**Available records**
json_t *snapshot_said(struct snapshot_opened *opened, struct store_view *view,
                      const struct item_record *record, struct store_error *error)
{
    const struct item_check *check = &record->check;
    size_t longest = record->filed.count + record->declined.count + record->ruling_count +
                     check->tags.count + check->given.count + check->hidden.count +
                     check->extra.count;
    uint32_t *room = calloc(SETS_MOST * longest + 2 * (size_t)OPEN_AT_ONCE + 1, sizeof *room);
    struct saying saying = {.opened = opened,
                            .view = view,
                            .record = record,
                            .error = error,
                            .room = room,
                            .calls = json_array()};
    json_t *line = NULL;
    if (room) {
        say_item(&saying);
        say_opening(&saying);
        line = line_of(&saying);
    }
    free(room);
    json_decref(saying.calls);
    return line;
}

**Directions**
Please copy each line of the records above that holds the word "calls".

**Output for this exercise**
                            .calls = json_array()};
    json_decref(saying.calls);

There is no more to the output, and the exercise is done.